Selling Is Not Doing

In yesterday's New York Times, Suzanne Mettler provided one more explanation of why school choice doesn't-- and won't-- work.

Mettler is looking at how college has become the "great unleveler," an education system that reinforces a caste system instead of breaking down walls. That's in no small part because the percentage of household income required to send a child to college has skyrocketed for the lower classes since 1971 (for the bottom fifth, it now takes 114% of annual household income to send a child to college),

"But wait," you say (particularly if you haven't tried to finance someone's college education lately), "Don't we have a system that makes grants, or at least loans, available to folks who need financial help for college?" The first part of the answer is "Not so much as we used to," and that part of the discussion is best served by Mettler's article.

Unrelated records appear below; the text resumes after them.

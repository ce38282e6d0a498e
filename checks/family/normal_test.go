package family

import (
	"math"
	"testing"
)

func TestNormalTails(t *testing.T) {
	// The square is a Gamma: 2 Φ(−z) = Q(1/2, z²/2).
	for _, z := range []float64{0.1, 1, 5, 9.9, 10.1, 30, 100} {
		lower, upper := Normal{2, 3}.LogTails(2 + 3*z)
		half, tail := Gamma{0.5, 1}.LogTails(z * z / 2)
		near(t, "log survival", upper, tail-math.Ln2, 1e-11)
		near(t, "CDF", math.Exp(lower), (1+math.Exp(half))/2, 1e-12)
	}
}

func TestNormalScore(t *testing.T) {
	d, h := Normal{1, 2}, 1e-5
	mean, sd := d.Score(4)
	near(t, "score of the mean", mean, (Normal{1 + h, 2}.LogDensity(4)-Normal{1 - h, 2}.LogDensity(4))/(2*h), 1e-8)
	near(t, "score of the sd", sd, (Normal{1, 2 + h}.LogDensity(4)-Normal{1, 2 - h}.LogDensity(4))/(2*h), 1e-8)
	var gotMean, gotSD float64
	const step = 1e-3
	for x := -25.0; x < 27; x += step {
		m, s := d.Score(x)
		w := math.Exp(d.LogDensity(x)) * step
		gotMean += m * m * w
		gotSD += s * s * w
	}
	mean, sd = d.Information()
	near(t, "information of the mean", gotMean, mean, 1e-9)
	near(t, "information of the sd", gotSD, sd, 1e-9)
}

The second part of the answer is, "Yes, we do, some, and how that plays out tells us about how vouchers really work."

As a graph in Mettler's article vividly illustrates, for profit colleges represent a voucher-fied, market-based business model. Management at Phoenix, Corinthian, Kaplan and others have realized a powerful insight about how to make it in the biz.

Selling is not doing.


There are a whole bunch of folks out there who have control of a big chunk of money for college. The money might be grants or it might be loans-- it really doesn't matter to me if I'm setting up a for-profit. What matters, what I must absolutely grasp, is that my business is not providing a service. My business is selling a service. My business is convincing those people to give me the chunk of money that they control.

Are they later dissatisfied? Doesn't matter-- I already have that money. And this isn't a used car lot. I don't need them to come back again and again for the rest of their lives.

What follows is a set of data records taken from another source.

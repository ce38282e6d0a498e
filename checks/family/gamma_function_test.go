package family

import (
	"errors"
	"math"
	"testing"
)

func near(t *testing.T, what string, got, want, relative float64) {
	t.Helper()
	if !(math.Abs(got-want) <= relative*math.Abs(want)) {
		t.Errorf("%s = %.17g, want %.17g", what, got, want)
	}
}

func TestGammaQuantiles(t *testing.T) {
	g, err := NewGamma(10.5, 6)
	if err != nil {
		t.Fatal(err)
	}
	for p, want := range map[float64]float64{0.05: 0.9659, 0.5: 1.6948, 0.95: 2.7225} {
		near(t, "Gamma(10.5, 6)", g.Quantile(p), want, 6e-5)
	}
	near(t, "Gamma(0.001, 1500.001)", Gamma{0.001, 1500.001}.Quantile(0.95), 2e-26, 0.3)
}

func TestGammaRoundTrip(t *testing.T) {
	for _, a := range []float64{1e-3, 0.1, 0.5, 1, 10.5, 1e3, 1e5} {
		for _, p := range []float64{1e-12, 1e-3, 0.4, 0.6, 0.95, 0.999} {
			u := Gamma{a, 1}.LogQuantile(p)
			lower, _ := logGammaTails(a, u)
			near(t, "P at its quantile", math.Exp(lower), p, 1e-8)
		}
	}
}

func TestGammaExponentialTail(t *testing.T) {
	for _, x := range []float64{1e-9, 0.3, 1.9, 2.1, 40, 700} {
		lower, upper := Gamma{1, 1}.LogTails(x)
		near(t, "log survival", upper, -x, 1e-6)
		near(t, "CDF", math.Exp(lower), -math.Expm1(-x), 1e-12)
	}
}

func TestGammaParameters(t *testing.T) {
	if _, err := NewGamma(0, 0); !errors.Is(err, ErrImproper) {
		t.Error("Gamma(0, 0):", err)
	}
	if _, err := NewGamma(-1, 0); !errors.Is(err, ErrInvalid) {
		t.Error("Gamma(-1, 0):", err)
	}
}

Selling a service and providing a quality service are two entirely different operations, and only one of them provides immediate cash flow for my business.

Phoenix, Kaplan, Corinthian, Education Management and DeVry all reap over 80% of their revenue from government loans and grants-- higher education vouchers. Convincing customers to fork over those $$ isn't crucial to their business model. It IS their business model. Vouchers aren't the key to their survival; it's their reason for existing.

Selling is not doing. We know this already. We collectively observe every four years, for instance, that the skills needed to be an effective President are not exactly the same ones needed to win a Presidential election. We know that we'd better google that guy who took our sister on such a fabulous first date.

Every time we buy Coke or Pepsi, we give them a little extra money so that they can spend it on marketing aimed at convincing us to give them more money.

Selling is not doing, and selling is a separate budget category. The next time someone says, "What's wrong with schools making a profit if they educate kids?" Tell them this: Every cent that schools have to spend on marketing is a cent that doesn't get spent on actually doing the education thing. And every cent they spend on students is one less cent to spend on selling. Voucher and choice schools must screen out high-overhead students because they need that extra money for marketing.

Market forces do not foster superior quality. Market forces foster superior marketability.

The more we open education to market forces, the more money we will waste on marketing schools, the fewer resources we will devote to actual education, and the more educational snake-oil salesmen we will find working their way into the school biz. Sure, the marketplace will sort some of them out-- we're seeing some of that already in places like Ohio, where charter schools have the same life span as tse-tse flies. But how much student education, how many years of students' lives, do we want to throw away as cannon fodder for the invisible hand?

There is no place for hucksterism in education. Schools should be doing, not selling.